The problem with the substance was that when it comes to Iraq and Syria, we’re too good at imagining the downside. The president said he had waited to launch his plan until Iraq got an inclusive government. That certainly made sense. Except that we have children entering middle school who had not been born when we started waiting for Iraq to get an inclusive government.
Then there’s the arming of Syrian rebels. No surprise that Obama wants an ally that isn’t the Assad regime. But some of the fighters in ISIS were Syrian rebels. Obviously, the administration feels its rebels are not going to become anti-Western terrorists. But the anti-Western terrorists in ISIS are waving around a ton of our weaponry that they took from the allies we armed in Iraq. Just saying.
Obama promised no American combat troops would be sent into battle. We don’t want boots on the ground. The idea of airstrikes sound much safer. Unless you happen to be an innocent civilian in the vicinity.
The president assured the American people that the strategy of air power plus “support for partner forces” would work because it’s already been a big success in Yemen and Somalia. Concerned citizens then turned to each other and said: “Yemen and Somalia?”
The hardest thing for average Americans is knowing just how worried to be. The tone of alarm in Washington has been hyper-shrill. Denouncing the president’s failure to take on ISIS faster, Representative Michele Bachmann told The Huffington Post: “We haven’t seen anything like this since Hitler and the blitzkrieg in World War II.”
Well, Michele Bachmann. Who is a member of the House Intelligence Committee.
During the run-up to the speech, Republicans had been irate about the president’s failure to act sooner, explain his plan faster and, in general, be tougher. Never had so many people demanded specifics without ever offering any of their own.
“President Obama’s chronic passivity has helped the jihadists,” John Cornyn of Texas, the second-ranking Senate Republican, said in a floor speech this week. Cornyn slammed the administration’s “don’t do stupid stuff” mantra, claiming Obama “doesn’t seem to fully grasp the magnitude of the threats and challenges that America is now dealing with.”

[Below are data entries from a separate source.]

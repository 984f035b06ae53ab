"""What importing flowpipe costs and changes, each in a fresh interpreter (subprocess).

Python's import system keeps every imported module in ``sys.modules`` (Python
Language Reference, "The import system", 5.3.1); matplotlib's backend is what
``matplotlib.get_backend()`` reports (matplotlib documentation, "Backends").
"""

from __future__ import annotations

import json
import os
import subprocess
import sys

import pytest


def _python(code: str) -> dict:
    env = {k: v for k, v in os.environ.items() if k not in ("MPLBACKEND", "OMP_WAIT_POLICY")}
    run = subprocess.run([sys.executable, "-c", code], capture_output=True, text=True,
                         env=env, check=True)
    return json.loads(run.stdout)


def test_validating_a_config_loads_no_numerical_library():
    # Choices come from flowpipe.choices, which imports nothing.
    loaded = _python(
        "import json, sys; import flowpipe.config; "
        "print(json.dumps([m for m in ('scipy', 'numba', 'matplotlib') if m in sys.modules]))")
    assert loaded == []


def test_the_library_is_importable_piece_by_piece():
    # A stage module imported on its own leaves the package's function of that name intact.
    found = _python(
        "import json, flowpipe.decompose, flowpipe.kinematics; import flowpipe as fp; "
        "print(json.dumps([callable(fp.decompose), callable(fp.kinematics), "
        "fp.decompose.__module__, sorted(set(fp.__all__) - set(dir(fp)))]))")
    assert found == [True, True, "flowpipe.decompose", []]


@pytest.mark.parametrize("module", ["flowpipe", "flowpipe.maps", "flowpipe.parcels._kernels"])
def test_importing_changes_neither_the_backend_nor_the_environment(module):
    # A notebook's matplotlib backend and the process environment are the caller's.
    # (netCDF4 sets HDF5_PLUGIN_PATH when it is imported, *from memory* of its source: it
    # is imported before the environment is taken, to see flowpipe's own changes only.)
    found = _python(
        "import json, os, matplotlib, netCDF4; matplotlib.use('svg'); "
        "backend = matplotlib.get_backend(); "
        f"env = dict(os.environ); import {module}; import flowpipe as fp; fp.render; "
        "print(json.dumps([backend, matplotlib.get_backend(), env == dict(os.environ)]))")
    assert found[0] == found[1] == "svg"
    assert found[2] is True


def test_command_line_help_loads_no_numerical_library():
    # Each command imports its libraries when it runs, so `flowpipe --help` (and a usage
    # error) answers at once: building every parser loads none of them.
    loaded = _python(
        "import contextlib, io, json, sys\n"
        "from flowpipe.cli import build_parser\n"
        "for command in ('', 'decompose', 'advect', 'map', 'run', 'ftle', 'circulation'):\n"
        "    with contextlib.suppress(SystemExit), contextlib.redirect_stdout(io.StringIO()):\n"
        "        build_parser().parse_args([command, '--help'] if command else ['--help'])\n"
        "print(json.dumps([m for m in ('numpy', 'xarray', 'scipy', 'numba', 'matplotlib')"
        " if m in sys.modules]))")
    assert loaded == []


def test_a_decomposition_command_loads_neither_the_cluster_nor_the_grib_libraries(tmp_path):
    # Writing a NetCDF decomposition in the command's own process needs no dask.distributed
    # (no client runs), no cfgrib (the input is NetCDF) and, with no missing point, none
    # of scipy's sparse solvers: each cost 0.1-0.2 s a command. The command runs in the interpreter
    # that reports its modules; the libraries are installed here (the dev extras, scipy),
    # so the check could fail.
    from windfiles import small_global_file

    path = small_global_file(tmp_path, 2)
    found = _python(
        "import contextlib, io, json, sys; from flowpipe.cli import main\n"
        "with contextlib.redirect_stdout(io.StringIO()):\n"
        f"    code = main(['decompose', {str(path)!r}, '-o', {str(tmp_path / 'out.nc')!r}, "
        "'--quiet'])\n"
        "print(json.dumps([code, [m for m in ('distributed', 'cfgrib', 'scipy.sparse.linalg') "
        "if m in sys.modules]]))")
    assert found == [0, []]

Cornyn mixed up Iranians and Iraqis a few times, but concerned citizens understand that these things get complicated. More to the point, not doing something stupid is actually a super foreign policy goal. Just look back on our recent history of meddling in the Middle East and what do you see? A heck of a lot of stupid stuff we wish we hadn’t done.
In his speech, the president was pushing back after weeks in which he was attacked for everything from playing golf on his vacation to saying “we don’t have a strategy yet” on the ISIS surge in Syria. On that, the critics had a point. You’re not supposed to say you don’t have a strategy. Even when everything on the ground has shifted and you need to consult your allies, get the Iraqi government to reorganize and collect new intelligence. You still don’t say “no strategy.” You say, “I’ll discuss strategy after I brief the congressional leaders.” And then fail to invite them.
Anyway, now there’s definitely a strategy. The hawks in Congress were not all necessarily overwhelmed. “The president doesn’t really have a grasp of how serious the threat of ISIS is,” said Senator John McCain on CNN. Other Republicans, like House Speaker John Boehner, issued responses that began with, “Finally …”
And how about the concerned citizens? We’re feeling insecure. It’s comforting to have Dick Cheney around, so we can at least know what we definitely want to avoid. This week, in a Washington speech, the former vice president said Obama has to “understand we are at war and that we must do what it takes, for as long as it takes, to win,” and spend way more money on defense.
Which means that:
A) Fighting ISIS is going to be more complicated than just war.
B) The president should put timetables on everything.
C) The defense budget needs to go down.
Remember that no matter what else happens, Dick Cheney will never steer us right.